Here is the first test I wrote using GPC manual's instructions for writting randomized tests.
It concerns sets, since they have been a place where bugs appeared in the past - even though Frank's implementation seems invariant to number of bits ``MedCard'' type could have sometimes in the future.
BTW, there seems to be a need for something called a "random set" of data, pehaps even with given ``Monte Carlo'' function, to get a different distibution than uniform one.
The most plain random set could be the one with its MedCards initialized with random numbers with probably 0.5 probability for each bit being set.
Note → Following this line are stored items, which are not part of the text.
def _component_groups(spec: AircraftSpec, parts: ComponentInputs, takeoff_mass_kg,
                      wing_area_m2, span_m, fuel_mass_kg, ix):
    """Tails, fuselage, gear, fuel system and flight controls [kg] (class II)."""
    wt, ad = spec.weights, spec.aerodynamics
    n_ult = wt.ultimate_load_factor
    mac = geometry.mean_aerodynamic_chord(
        geometry.root_chord(wing_area_m2, span_m, ad.taper_ratio), ad.taper_ratio)
    g = spec.geometry
    s_h, s_v = geometry.tail_areas(wing_area_m2, mac, span_m, g.horizontal_tail_volume,
                                   g.vertical_tail_volume, parts.tail_arm_m)
    b_h, t_h = _tail_geometry(s_h, geometry.HORIZONTAL_TAIL_ASPECT_RATIO, g.tail_thickness_ratio)
    b_v, t_v = _tail_geometry(s_v, geometry.VERTICAL_TAIL_ASPECT_RATIO, g.tail_thickness_ratio)
    d_f, l_f = parts.fuselage_diameter_m, parts.fuselage_length_m
    fuel_volume = fuel_mass_kg / wt.fuel_density_kg_m3
    n_e = spec.propulsion.engine_count
    v_eas = at(parts.cruise_eas_m_s, ix)  # per design with the cruise altitude
    if parts.transport:
        v_d = DIVE_OVER_CRUISE_SPEED * v_eas
        m_ht = weights.tail_mass_torenbeek(s_h, v_d, ad.sweep_quarter_chord_rad)
        m_vt = weights.tail_mass_torenbeek(s_v, v_d, ad.sweep_quarter_chord_rad)
        m_fus = weights.fuselage_mass_torenbeek(v_d, parts.tail_arm_m, d_f, d_f,
                                                parts.fuselage_shell_area_m2)
        m_fuel = weights.fuel_system_mass_torenbeek(fuel_volume, wt.fuel_tank_count, n_e)
    else:
        m_ht = weights.horizontal_tail_mass_usaf(takeoff_mass_kg, n_ult, s_h, parts.tail_arm_m,
                                                 b_h, t_h)
        m_vt = weights.vertical_tail_mass_usaf(takeoff_mass_kg, n_ult, s_v, b_v, t_v)
        m_fus = weights.fuselage_mass_usaf(takeoff_mass_kg, n_ult, l_f, d_f, d_f, v_eas)
        m_fuel = weights.fuel_system_mass_usaf(fuel_volume, wt.integral_tank_fraction,
                                               wt.fuel_tank_count, n_e)
    m_main = weights.landing_gear_mass_torenbeek(takeoff_mass_kg, parts.gear_kind + "_main")
    m_nose = weights.landing_gear_mass_torenbeek(takeoff_mass_kg, parts.gear_kind + "_nose")
    m_fc = weights.flight_controls_mass_torenbeek(takeoff_mass_kg,
                                                  parts.control_coefficient[ix])
    return m_ht, m_vt, m_fus, m_main, m_nose, m_fuel, m_fc


def mass_groups(spec: AircraftSpec, parts: ComponentInputs, takeoff_mass_kg, wing_area_m2,
                span_m, rated, fuel_mass_kg, wing_mass_coefficient, hl: HighLift,
                empty_mass_factor, ix=slice(None)) -> MassGroups:
    """The groups of the empty mass: class II components, or the class I share.

    Parameters
    ----------
    spec : AircraftSpec
        Resolved study: mass method, engine mass data, load factor [-], tail volumes [-],
        fuel data (density [kg m^-3], tanks [-]), fixed equipment [kg], structure-and-systems
        fraction [-] (fraction method).
    parts : ComponentInputs
        Mass-independent geometry and speeds of the component masses ([m], [m^2], [m s^-1]).
    takeoff_mass_kg, wing_area_m2, span_m : ndarray
        Takeoff mass [kg], wing area [m^2] and span [m] of designs ``ix``.
    rated : ndarray
        Sea-level static thrust [N] (turbofan) or rated power [W] of designs ``ix``.
    fuel_mass_kg : ndarray
        Fuel carried [kg] (sizes the fuel system) of designs ``ix``.
    wing_mass_coefficient : ndarray
        K of the wing mass K m^x, mass-independent, of designs ``ix``. [kg^(1-x)]
    hl : HighLift
        High-lift areas and masses of all designs (``ix`` picks them). [-], [kg m^-2], [kg]
    empty_mass_factor : ndarray or float
        Multiplies the sum of the groups (of designs ``ix``). [-]
    ix : index array or slice, default all
        Designs (rows of ``hl``) the masses belong to. [-]

    Returns
    -------
    MassGroups
        Group masses [kg] and the empty mass [kg].

    Notes
    -----
    Components: the wing by the USAF light-aircraft equation; under Part 23 the USAF
    light-airplane tails, fuselage, fuel system and (propeller families) installed
    propulsion; under Part 25 Torenbeek's transport tails, fuselage and fuel system; for
    both, Torenbeek's landing gear and flight controls. Turbofans and Part 25 propellers keep
    the class I installed engine (specific mass or T/W with an installation factor, nacelles
    included).

    References
    ----------
    .. [1] The equations of :mod:`optimiser.physics.weights`, each cited there (USAF method
       as in J. Roskam, "Airplane Design", Part V, and Nicolai & Carichner 2010, ch. 20;
       E. Torenbeek, "Synthesis of Subsonic Airplane Design", 1982, ch. 8).
    """
    wt = spec.weights
    pr = spec.propulsion
    m_wing = wing_mass_coefficient * takeoff_mass_kg ** weights.WING_MASS_USAF_EXPONENT
    if pr.family == "turbofan":
        m_eng = weights.turbofan_engine_mass(rated, pr.engine_thrust_to_weight,
                                             pr.engine_installation_factor)
    elif parts.components and not parts.transport:
        dry_kg = rated / 1e3 * wt.engine_dry_specific_mass / pr.engine_count
        m_eng = weights.propulsion_installation_mass_usaf(dry_kg, pr.engine_count)
    else:
        m_eng = weights.propeller_engine_mass(rated, pr.engine_specific_mass)
    m_hl = weights.high_lift_mass(wing_area_m2, hl.flap_area_ratio[ix],
                                  hl.flap_mass_per_area_kg_m2[ix], hl.slat_area_ratio[ix],
                                  hl.slat_mass_per_area_kg_m2[ix], hl.actuator_mass_kg[ix])
    m_fixed = np.full_like(takeoff_mass_kg, wt.fixed_equipment_kg)
    zero = np.zeros_like(takeoff_mass_kg)
    if parts.components:
        groups = _component_groups(spec, parts, takeoff_mass_kg, wing_area_m2, span_m,
                                   fuel_mass_kg, ix)
        m_rest = zero
    else:
        groups = (zero,) * 7
        m_rest = wt.structure_systems_fraction * takeoff_mass_kg
    m_ht, m_vt, m_fus, m_main, m_nose, m_fuel, m_fc = groups
    empty = empty_mass_factor * (m_wing + m_ht + m_vt + m_fus + m_main + m_nose + m_eng
                                 + m_fuel + m_fc + m_hl + m_fixed + m_rest)
    return MassGroups(m_wing, m_ht, m_vt, m_fus, m_main, m_nose, m_eng, m_fuel, m_fc, m_hl,
                      m_fixed, m_rest, empty)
Now I looked into the implementation, and it does something quite different:
for n := 1 to MaxN do begin A := []; for j := 0 to n do Include (A, Random(MaxN));This makes the probability of a bit being set 1/e=0.3678..., not 0.5 (moreover the bits are far from being independent).
Thank you, Emil, for pointing out this -- the probability is not 0.5, except perhaps in case where n = MaxN/2. It's approximatelly p = n/MaxN.
Bits are as independent as results from Random(MaxN) are, IMHO: if Random(MaxN) gives always a result in range 0..MaxN-1, the probability of each bit being set should be slightly lower than n/MaxN.
Lower because a bit can be set twice, or more times, due to the randomized nature of the test, which in result gives less than n bits set out of total MaxN.
Other than this case (probability for overlap rises with set density), the distribution of set elements if expected to be rather uniform one.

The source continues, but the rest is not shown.